Temporal processing deficits occur at the cochlear synapse and are correlated with the degree of synaptopathy. A, B, Mean ± SEM EFR amplitudes at 80 dB SPL elicited to AM frequencies between 1024 and 4096 Hz at 12 kHz and 30 kHz frequency regions. Insets in A and B shows magnitude spectra of EFRs at 1024 and 4096 Hz AM with peaks at the respective modulation frequencies against the surrounding noise floor. C, D, Correlation between synapses/IHC and the EFR ratio calculated as the absolute value of log₁₀(EFR₁₀₂₄)/log₁₀(EFR₄₀₉₆) at the two cochlear frequency regions shown in A and B. Age ranges and group sizes were 16 weeks (n = 9), 32 weeks (n = 11), 64 weeks (n = 12), 108 weeks (n = 9), and 128 weeks (n = 7).

Figure 6.

The dynamic range for encoding sound level decreases with age. A, B, Mean ± SEM EFR amplitudes at 1024 Hz AM measured as a function of sound level across the various age groups at 12 and 30 kHz frequency regions. Age ranges and group sizes are similar to Figure 1. Dashed lines indicate responses below the noise floor.

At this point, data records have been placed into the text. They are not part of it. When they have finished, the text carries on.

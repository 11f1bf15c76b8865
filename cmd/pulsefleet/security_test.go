package main

import (
	"bytes"
	"context"
	"crypto/ecdsa"
	"crypto/elliptic"
	"crypto/rand"
	"crypto/tls"
	"crypto/x509"
	"crypto/x509/pkix"
	"encoding/pem"
	"io"
	"math/big"
	"net"
	"net/http"
	"os"
	"path/filepath"
	"strings"
	"sync"
	"testing"
	"time"

	"google.golang.org/grpc"
	"google.golang.org/grpc/credentials"
	"google.golang.org/grpc/credentials/insecure"
	healthpb "google.golang.org/grpc/health/grpc_health_v1"
)

// testPKI is a CA made in the test, with a server certificate for
// 127.0.0.1 and a client certificate, written as PEM files.
type testPKI struct {
	dir                  string
	caFile               string
	serverCert, serverKy string
	clientCert, clientKy string
	pool                 *x509.CertPool
	client               tls.Certificate
}

func newTestPKI(t *testing.T, dir string) *testPKI {
	t.Helper()
	p := &testPKI{dir: dir}
	caKey, err := ecdsa.GenerateKey(elliptic.P256(), rand.Reader)
	if err != nil {
		t.Fatal(err)
	}
	now := time.Now()
	caTmpl := &x509.Certificate{SerialNumber: big.NewInt(1), Subject: pkix.Name{CommonName: "pulsefleet test CA"},
		NotBefore: now.Add(-time.Hour), NotAfter: now.Add(24 * time.Hour), IsCA: true, BasicConstraintsValid: true,
		KeyUsage: x509.KeyUsageCertSign | x509.KeyUsageDigitalSignature}
	caDER, err := x509.CreateCertificate(rand.Reader, caTmpl, caTmpl, &caKey.PublicKey, caKey)
	if err != nil {
		t.Fatal(err)
	}
	caCert, _ := x509.ParseCertificate(caDER)
	p.caFile = p.write(t, "ca.pem", "CERTIFICATE", caDER)
	p.pool = x509.NewCertPool()
	p.pool.AddCert(caCert)

	leaf := func(name string, serial int64, usage x509.ExtKeyUsage, ips []net.IP) (certFile, keyFile string, pair tls.Certificate) {
		k, err := ecdsa.GenerateKey(elliptic.P256(), rand.Reader)
		if err != nil {
			t.Fatal(err)
		}
		tmpl := &x509.Certificate{SerialNumber: big.NewInt(serial), Subject: pkix.Name{CommonName: name},
			NotBefore: now.Add(-time.Hour), NotAfter: now.Add(24 * time.Hour), KeyUsage: x509.KeyUsageDigitalSignature,
			ExtKeyUsage: []x509.ExtKeyUsage{usage}, IPAddresses: ips}
		der, err := x509.CreateCertificate(rand.Reader, tmpl, caCert, &k.PublicKey, caKey)
		if err != nil {
			t.Fatal(err)
		}
		kb, err := x509.MarshalECPrivateKey(k)
		if err != nil {
			t.Fatal(err)
		}
		certFile = p.write(t, name+".pem", "CERTIFICATE", der)
		keyFile = p.write(t, name+"-key.pem", "EC PRIVATE KEY", kb)
		pair, err = tls.LoadX509KeyPair(certFile, keyFile)
		if err != nil {
			t.Fatal(err)
		}
		return
	}
	p.serverCert, p.serverKy, _ = leaf("server", 2, x509.ExtKeyUsageServerAuth, []net.IP{net.IPv4(127, 0, 0, 1)})
	p.clientCert, p.clientKy, p.client = leaf("device-1", 3, x509.ExtKeyUsageClientAuth, nil)
	return p
}

func (p *testPKI) write(t *testing.T, name, typ string, der []byte) string {
	t.Helper()
	f := filepath.Join(p.dir, name)
	if err := os.WriteFile(f, pem.EncodeToMemory(&pem.Block{Type: typ, Bytes: der}), 0o600); err != nil {
		t.Fatal(err)
	}
	return f
}

func testServeConfig(t *testing.T) serveConfig {
	c := defaultServeConfig()
	c.Data = t.TempDir()
	c.GRPCListen, c.HTTPListen = "127.0.0.1:0", "127.0.0.1:0"
	c.LogLevel = "error"
	return c
}

// healthOver checks the standard gRPC health service with the given transport credentials.
func healthOver(addr string, creds credentials.TransportCredentials) error {
	conn, err := grpc.NewClient(addr, grpc.WithTransportCredentials(creds))
	if err != nil {
		return err
	}
	defer conn.Close()
	ctx, cancel := context.WithTimeout(context.Background(), 10*time.Second)
	defer cancel()
	_, err = healthpb.NewHealthClient(conn).Check(ctx, &healthpb.HealthCheckRequest{})
	return err
}

// TLS from certificate files on gRPC and HTTP, and mutual TLS: a standard
// grpc-go client with credentials.NewTLS gets in with the CA (and, for
// mutual TLS, a client certificate the CA signed); without them it does not.
func TestTLSAndMutualTLS(t *testing.T) {
	pki := newTestPKI(t, t.TempDir())
	other := newTestPKI(t, t.TempDir()) // a CA the gateway does not trust

	c := testServeConfig(t)
	c.TLSCert, c.TLSKey = pki.serverCert, pki.serverKy
	if err := c.validate(); err != nil {
		t.Fatal(err)
	}
	rg, stop, err := startGateway(context.Background(), c, io.Discard)
	if err != nil {
		t.Fatal(err)
	}
	if rg.Mode != "TLS" || !strings.Contains(rg.Auth, "tokens required") {
		t.Errorf("mode %q, auth %q; want TLS with tokens required", rg.Mode, rg.Auth)
	}
	if err := healthOver(rg.GRPCAddr, credentials.NewTLS(&tls.Config{RootCAs: pki.pool})); err != nil {
		t.Errorf("TLS client with the CA: %v", err)
	}
	if err := healthOver(rg.GRPCAddr, insecure.NewCredentials()); err == nil {
		t.Error("a plaintext client got an answer from a TLS gateway")
	}
	if err := healthOver(rg.GRPCAddr, credentials.NewTLS(&tls.Config{RootCAs: other.pool})); err == nil {
		t.Error("a client that does not trust the gateway's CA connected")
	}
	hc := &http.Client{Transport: &http.Transport{TLSClientConfig: &tls.Config{RootCAs: pki.pool}}, Timeout: 10 * time.Second}
	resp, err := hc.Get("https://" + rg.HTTPAddr + "/healthz")
	if err != nil {
		t.Errorf("HTTPS /healthz: %v", err)
	} else {
		resp.Body.Close()
		if resp.StatusCode != 200 || resp.TLS == nil {
			t.Errorf("HTTPS /healthz: %d, TLS %v", resp.StatusCode, resp.TLS != nil)
		}
	}
	hc.CloseIdleConnections()
	if err := stop(); err != nil {
		t.Fatal(err)
	}

	c = testServeConfig(t)
	c.TLSCert, c.TLSKey, c.ClientCA = pki.serverCert, pki.serverKy, pki.caFile
	rg, stop, err = startGateway(context.Background(), c, io.Discard)
	if err != nil {
		t.Fatal(err)
	}
	defer stop()
	if !strings.HasPrefix(rg.Mode, "mutual TLS") {
		t.Errorf("mode %q, want mutual TLS", rg.Mode)
	}
	if err := healthOver(rg.GRPCAddr, credentials.NewTLS(&tls.Config{RootCAs: pki.pool, Certificates: []tls.Certificate{pki.client}})); err != nil {
		t.Errorf("mutual TLS with a client certificate: %v", err)
	}
	if err := healthOver(rg.GRPCAddr, credentials.NewTLS(&tls.Config{RootCAs: pki.pool})); err == nil {
		t.Error("a client without a certificate got through mutual TLS")
	}
	if err := healthOver(rg.GRPCAddr, credentials.NewTLS(&tls.Config{RootCAs: pki.pool, Certificates: []tls.Certificate{other.client}})); err == nil {
		t.Error("a client certificate from an untrusted CA got through mutual TLS")
	}
	// The CLI's shared client flags speak mutual TLS too.
	var out, errb bytes.Buffer
	code := run(context.Background(), []string{"audit", "--gateway", rg.GRPCAddr, "--ca", pki.caFile, "--cert", pki.clientCert, "--key", pki.clientKy},
		stdio{out: &out, err: &errb})
	if code != 1 || !strings.Contains(errb.String(), "Unauthenticated") {
		t.Errorf("audit over mutual TLS without a token: exit %d, %q; want refused by the credential check (the transport worked)", code, errb.String())
	}
}

func secRun(t *testing.T, env map[string]string, args ...string) (int, string, string) {
	t.Helper()
	for k, v := range env {
		t.Setenv(k, v)
	}
	var out, errb bytes.Buffer
	code := run(context.Background(), args, stdio{in: strings.NewReader(""), out: &out, err: &errb})
	return code, out.String(), errb.String()
}

// The credential life cycle through the CLI: the first admin token is issued
// on the stopped store, then the running gateway requires tokens and the same
// commands work through --gateway with it; everything lands in the audit log.
func TestTokenAndAuditCommands(t *testing.T) {
	c := testServeConfig(t)
	code, out, errs := secRun(t, nil, "token", "issue", "--data", c.Data, "--operator", "admin-ro", "--role", "admin")
	if code != 0 || !strings.HasPrefix(out, "pf1_") || !strings.Contains(errs, "shown only this once") {
		t.Fatalf("issue admin: exit %d out %q err %q", code, out, errs)
	}
	admin := strings.TrimSpace(out)
	// Bad usage names the flag.
	for _, bad := range [][]string{
		{"token", "issue", "--data", c.Data, "--operator", "x", "--role", "root"},
		{"token", "issue", "--data", c.Data, "--device", "bed-1", "--role", "admin"},
		{"token", "issue", "--data", c.Data},
		{"token", "revoke", "--data", c.Data},
		{"token", "frobnicate"},
		{"audit", "--data", c.Data, "--since", "yesterday"},
	} {
		if code, _, errs := secRun(t, nil, bad...); code != 2 || !strings.Contains(errs, "--") && !strings.Contains(errs, "subcommand") {
			t.Errorf("%v: exit %d, %q; want a usage error naming the flag", bad, code, errs)
		}
	}

	rg, stopGW, err := startGateway(context.Background(), c, io.Discard)
	if err != nil {
		t.Fatal(err)
	}
	stop := sync.OnceValue(stopGW)
	defer stop()
	if !strings.Contains(rg.Auth, "tokens required (1 credentials") {
		t.Errorf("auth mode %q", rg.Auth)
	}
	// The store is locked: --data says to use --gateway.
	if code, _, errs := secRun(t, nil, "token", "list", "--data", c.Data, "--wait", "50ms"); code != 1 || !strings.Contains(errs, "--gateway") {
		t.Errorf("list --data while running: exit %d, %q", code, errs)
	}
	// Without a token: refused.
	if code, _, errs := secRun(t, nil, "token", "issue", "--gateway", rg.GRPCAddr, "--device", "bed-1"); code != 1 || !strings.Contains(errs, "Unauthenticated") {
		t.Errorf("issue without a token: exit %d, %q", code, errs)
	}
	// With the admin token from the environment.
	env := map[string]string{"PULSEFLEET_TOKEN": admin}
	code, out, errs = secRun(t, env, "token", "issue", "--gateway", rg.GRPCAddr, "--device", "bed-1")
	if code != 0 || !strings.HasPrefix(out, "pf1_") {
		t.Fatalf("issue through the gateway: exit %d, %q %q", code, out, errs)
	}
	devID := strings.Split(strings.TrimSpace(out), "_")[1]
	code, out, _ = secRun(t, env, "token", "list", "--gateway", rg.GRPCAddr)
	if code != 0 || !strings.Contains(out, devID) || !strings.Contains(out, "admin-ro") || strings.Contains(out, "pf1_") {
		t.Errorf("list: exit %d\n%s", code, out)
	}
	if code, out, errs := secRun(t, env, "token", "revoke", "--gateway", rg.GRPCAddr, "--id", devID); code != 0 || !strings.Contains(out, "revoked "+devID) {
		t.Errorf("revoke: exit %d %q %q", code, out, errs)
	}
	code, out, _ = secRun(t, env, "token", "list", "--gateway", rg.GRPCAddr, "--format", "json")
	if code != 0 || !strings.Contains(out, `"revokedUnixMs"`) {
		t.Errorf("list json after revoke: exit %d\n%s", code, out)
	}
	code, out, errs = secRun(t, env, "audit", "--gateway", rg.GRPCAddr, "--action", "token.", "--since", "1h")
	if code != 0 || strings.Count(out, "token.issue") != 2 || strings.Count(out, "token.revoke") != 1 || !strings.Contains(out, "local:") {
		t.Errorf("audit through the gateway: exit %d %q\n%s", code, errs, out)
	}
	if err := stop(); err != nil {
		t.Fatal(err)
	}
	// Stopped: the same log from the store, refusals included.
	code, out, _ = secRun(t, nil, "audit", "--data", c.Data, "--action", "auth.")
	if code != 0 || !strings.Contains(out, "auth.failure") || !strings.Contains(out, "127.0.0.1:") {
		t.Errorf("audit --data: exit %d\n%s", code, out)
	}
}

func TestParseSince(t *testing.T) {
	now := time.Date(2026, 11, 30, 22, 0, 0, 0, time.UTC)
	for in, want := range map[string]int64{
		"":                     0,
		"24h":                  now.Add(-24 * time.Hour).UnixMilli(),
		"2026-11-30T21:00:00Z": now.Add(-time.Hour).UnixMilli(),
		"1796076000":           1796076000000,
	} {
		got, err := parseSince(in, now)
		if err != nil || got != want {
			t.Errorf("parseSince(%q) = %d, %v; want %d", in, got, err, want)
		}
	}
	for _, bad := range []string{"-1h", "yesterday", "NaN"} {
		if _, err := parseSince(bad, now); err == nil {
			t.Errorf("parseSince(%q) accepted", bad)
		}
	}
}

C, D, Mean ± SEM EFR amplitudes at equal SLs of 0 dB (threshold) to 30 dB at the two cochlear frequency regions shown in A and B. The oldest age group (128 weeks) had fewer animals that had responses at 30 dB SL due to elevated hearing thresholds, with only two animals at 128 weeks reaching 30 dB SL at 12 kHz (data point not shown). E, F, Correlation between EFR amplitudes from C and D at 30 dB SL and the number of remaining synapses/IHC across all the age groups. Age ranges and group sizes are similar to Figure 5.

Figure 7.

Dynamic range for early neural coding of modulation depth decreases with age. A, B, Mean ± SEM EFR amplitudes at 1024 Hz AM measured as a function of AM depth across the various age groups at 12 and 30 kHz frequency regions. Sound level of presentation was 30 dB SL at all age groups except 128 weeks, where the sound level was fixed at 90 dB SPL. Dashed lines indicate responses below the noise floor. Age ranges and group sizes were 16 weeks (n = 8), 32 weeks (n = 6), 64 weeks (n = 9), 108 weeks (n = 6), and 128 weeks (n = 6).

Figure 8.

Responses from the central auditory pathway show signs of compensatory gain with age. Mean ± SEM EFR amplitudes at AM frequencies from 16 to 4096 Hz in octave steps across the various age groups at the 12 kHz (A) and 30 kHz (B) frequency regions. Sound level of presentation was 80 dB SPL. Inset shows mean ± SEM ABR wave 5: wave 1 ratios across age. Age ranges and group sizes are similar to Figure 1.